Proprio inevitabile? Papa Francesco - come spesso sa fare - ha ben riassunto questa condizione all'inizio di marzo, quando è intervenuto all'Assemblea generale della Pontificia Accademia per la Vita, che stava riflettendo su "Assistenza all'anziano e cure palliative". Ha detto il Papa: "Apprezzo il vostro impegno scientifico e culturale per assicurare che le cure palliative possano giungere a tutti coloro che ne hanno bisogno. Incoraggio i professionisti e gli studenti a specializzarsi in questo tipo di assistenza che non possiede meno valore per il fatto che "non salva la vita". Le cure palliative realizzano qualcosa di altrettanto importante: valorizzano la persona".

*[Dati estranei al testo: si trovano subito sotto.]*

def pack(
    arrays: dict,
    *,
    specimen_taxon_idx: np.ndarray,
    n_taxa: int,
    taxon_level: bool,
    specimen_level: bool,
    student: bool,
    priors,
    fixed_exponent: float | None,
    fixed_taxa_mask: np.ndarray,
    fixed_taxa_values: np.ndarray,
    w_taxon: np.ndarray,
    w_specimen: np.ndarray,
    condition_mu: bool = False,
    whiten: tuple | None = None,
    linear: LinearTerms | None = None,
) -> FastDensity:
    """Pack a fast-form model for the compiled density.

    Parameters
    ----------
    arrays : dict
        Output of :func:`fast_arrays`.
    specimen_taxon_idx : ndarray of int (n_specimens,)
    n_taxa : int
    taxon_level, specimen_level, student : bool
        Hierarchy levels present; Student-t deviation.
    priors : Priors
    fixed_exponent : float or None
        One exponent for every junction (no levels then).
    fixed_taxa_mask, fixed_taxa_values : ndarray (n_taxa,)
        Taxa whose exponent (and their specimens') is fixed, and the values.
    w_taxon, w_specimen : ndarray
        Partial-centring weights (1 centred, 0 non-centred). Fixed groups are always non-centred.
    condition_mu : bool
        Sample the population exponent conditioned on the groups directly under it (see the module
        docstring); those groups are then centred (their weights set to 1).
    whiten : (ndarray, ndarray) or None
        Pilot exponent and precision of every specimen (precision 0 where its likelihood is flat): sample
        the whole hierarchy whitened given the spreads (:mod:`allobranch.model.density_white`); overrides
        the weights and ``condition_mu``.
    linear : LinearTerms, optional
        Covariates, taxon traits and phylogeny of the linear predictor; any of them implies the whitened
        form (without a pilot, every specimen's likelihood counts as flat in the whitening).

    Returns
    -------
    FastDensity
    """
    n, K = arrays["mu_post"].shape
    specimen_taxon = np.asarray(specimen_taxon_idx, dtype=np.int64)
    n_specimens = len(specimen_taxon)
    mu_free = fixed_exponent is None
    if not mu_free:
        taxon_level = specimen_level = False
    fixed_t = np.asarray(fixed_taxa_mask, dtype=bool) if len(fixed_taxa_mask) else np.zeros(n_taxa, bool)
    pinned = fixed_t[specimen_taxon]
    w_t = np.where(fixed_t, 0.0, np.clip(np.broadcast_to(w_taxon, n_taxa) if taxon_level else 0.0, 0, 1))
    w_s = np.where(
        pinned, 0.0, np.clip(np.broadcast_to(w_specimen, n_specimens) if specimen_level else 0.0, 0, 1)
    )
    lin = linear if linear is not None and not linear.empty else None
    if lin is not None and lin.phylo and not taxon_level:  # no taxon deviations to correlate
        lin = replace(lin, eig_vectors=None, eig_values=None)
        lin = None if lin.empty else lin
    if lin is not None and lin.phylo and fixed_t.any():
        raise ValueError("under a tree no taxon's exponent can be fixed on its own")
    white = (whiten is not None and mu_free and (taxon_level or specimen_level)) or lin is not None
    if white and whiten is None:
        whiten = (np.zeros(n_specimens), np.zeros(n_specimens))
    condition_mu = bool(condition_mu and mu_free and (taxon_level or specimen_level)) and not white
    if condition_mu and taxon_level:
        w_t = np.where(fixed_t, 0.0, 1.0)
    elif condition_mu:
        w_s = np.where(pinned, 0.0, 1.0)

    p_cov = lin.p if lin is not None else 0
    q_tr = lin.q if lin is not None else 0
    by_taxon = bool(lin is not None and lin.by_taxon and p_cov)
    phylo = bool(lin is not None and lin.phylo)
    lambda_free = phylo and lin.pagel_lambda is None
    names, shapes = [], []
    if mu_free:
        names.append("mu_z" if (condition_mu or white) else "mu")
        shapes.append(())
    if q_tr:
        names.append("gamma")
        shapes.append((q_tr,))
    if p_cov:
        names.append("beta")
        shapes.append((p_cov,))
    if by_taxon:
        names += ["tau_beta_log__", "z_beta_taxon"]
        shapes += [(p_cov,), (n_taxa, p_cov)]
    if taxon_level:
        names.append("tau_taxon_log__")
        shapes.append(())
        if lambda_free:
            names.append("lambda_logit__")
            shapes.append(())
        names.append("r_taxon")
        shapes.append((n_taxa,))
    if specimen_level:
        names += ["tau_specimen_log__", "r_specimen"]
        shapes += [(), (n_specimens,)]
    names.append("sigma_dev_log__")
    shapes.append(())
    if student:
        names.append("nu_log__")
        shapes.append(())
    slices, pos = [], 0
    for shp in shapes:
        size = int(np.prod(shp)) if shp else 1
        slices.append(slice(pos, pos + size))
        pos += size
    out_names = (
        ["mu"]
        + (["tau_taxon"] if taxon_level else [])
        + (["pagel_lambda"] if lambda_free else [])
        + ["a_taxon"]
        + (["tau_specimen"] if specimen_level else [])
        + ["a_specimen"]
        + (["beta"] if p_cov else [])
        + (["tau_beta", "beta_taxon"] if by_taxon else [])
        + (["gamma"] if q_tr else [])
        + ["sigma_dev"]
        + (["nu"] if student else [])
    )
    out_shape_of = {
        "a_taxon": (n_taxa,),
        "a_specimen": (n_specimens,),
        "beta": (p_cov,),
        "tau_beta": (p_cov,),
        "beta_taxon": (n_taxa, p_cov),
        "gamma": (q_tr,),
    }
    out_shapes = [out_shape_of.get(name, ()) for name in out_names]
    out_dims = {
        "a_taxon": ("taxon",),
        "a_specimen": ("specimen",),
        "beta": ("covariate",),
        "tau_beta": ("covariate",),
        "beta_taxon": ("taxon", "covariate"),
        "gamma": ("trait",),
    }
    layout = DensityLayout(names, slices, shapes, out_names, out_shapes, out_dims)

    head = np.zeros(_HEAD, dtype=np.int64)
    head[[_N, _K, _NT, _NS, _MU_FREE, _TAXON, _SPEC, _STUDENT, _NDIM, _NEXP, _MU_COND, _WHITE]] = [
        n,
        K,
        n_taxa,
        n_specimens,
        mu_free,
        taxon_level,
        specimen_level,
        student,
        layout.ndim,
        layout.n_expanded,
        condition_mu,
        white,
    ]
    phylo_bits = 0
    if phylo:
        phylo_bits = PHYLO_TREE | (0 if lambda_free else PHYLO_LAMBDA_FIXED)
        phylo_bits |= PHYLO_EXACT if n_taxa <= TREE_EXACT_MAX_TAXA else 0
    head[[_P, _BYTAXON, _Q, _PHYLO]] = [p_cov, by_taxon, q_tr, phylo_bits]
    ints = np.concatenate(
        [
            head,
            np.asarray(arrays["specimen_idx"], dtype=np.int64),
            specimen_taxon,
            fixed_t.astype(np.int64),
            pinned.astype(np.int64),
        ]
    )
    fhead = np.zeros(_FHEAD)
    fhead[[_MU_MEAN, _MU_SD, _TT_SCALE, _TS_SCALE, _SD_SCALE, _NU_A, _NU_B, _MU_FIXED]] = [
        priors.mu_mean,
        priors.mu_sd,
        priors.tau_taxon,
        priors.tau_specimen,
        priors.sigma_dev,
        priors.nu_alpha,
        priors.nu_beta,
        0.0 if mu_free else float(fixed_exponent),
    ]
    fixed_vals = np.where(
        fixed_t, np.asarray(fixed_taxa_values, dtype=float) if len(fixed_taxa_values) else 0.0, 0.0
    )
    floats = np.concatenate(
        [
            fhead,
            arrays["log_parent_obs"],
            arrays["mu_post"].ravel(),
            arrays["g_post"].ravel(),
            arrays["c_post"],
            arrays["ybar"],
            arrays["daughter_mask"].ravel(),
            arrays["s0sq"],
            arrays["ll_daughters"],
            w_t,
            w_s,
            fixed_vals,
            np.nan_to_num(np.asarray(whiten[0], dtype=float)) if white else np.zeros(n_specimens),
            np.nan_to_num(np.asarray(whiten[1], dtype=float)) if white else np.zeros(n_specimens),
            *_linear_buffers(lin, arrays["specimen_idx"], n_specimens, n_taxa, n),
        ]
    )
    ints[_NINT], ints[_NFLOAT] = len(ints), len(floats)
    return FastDensity(ints=ints, floats=floats, layout=layout)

Anche se non si guarirà. Parole certamente care al promotori della Giornata nazionale del Sollievo che si celebra domenica 31 maggio. La Giornata è finalizzata (come richiama la direttiva del Presidente del Consiglio del 24 maggio 2001) a "promuovere e testimoniare, attraverso idonea informazione e tramite iniziative di sensibilizzazione e solidarietà, la cultura del sollievo dalla sofferenza fisica e morale in favore di tutti coloro che stanno ultimando il loro percorso vitale, non potendo più giovarsi di cure destinate alla guarigione". Quella di quest'anno è la quattordicesima manifestazione promossa da Ministero della salute, dalla Conferenza delle Regioni e dalla Fondazione nazionale "Gigi Ghirotti".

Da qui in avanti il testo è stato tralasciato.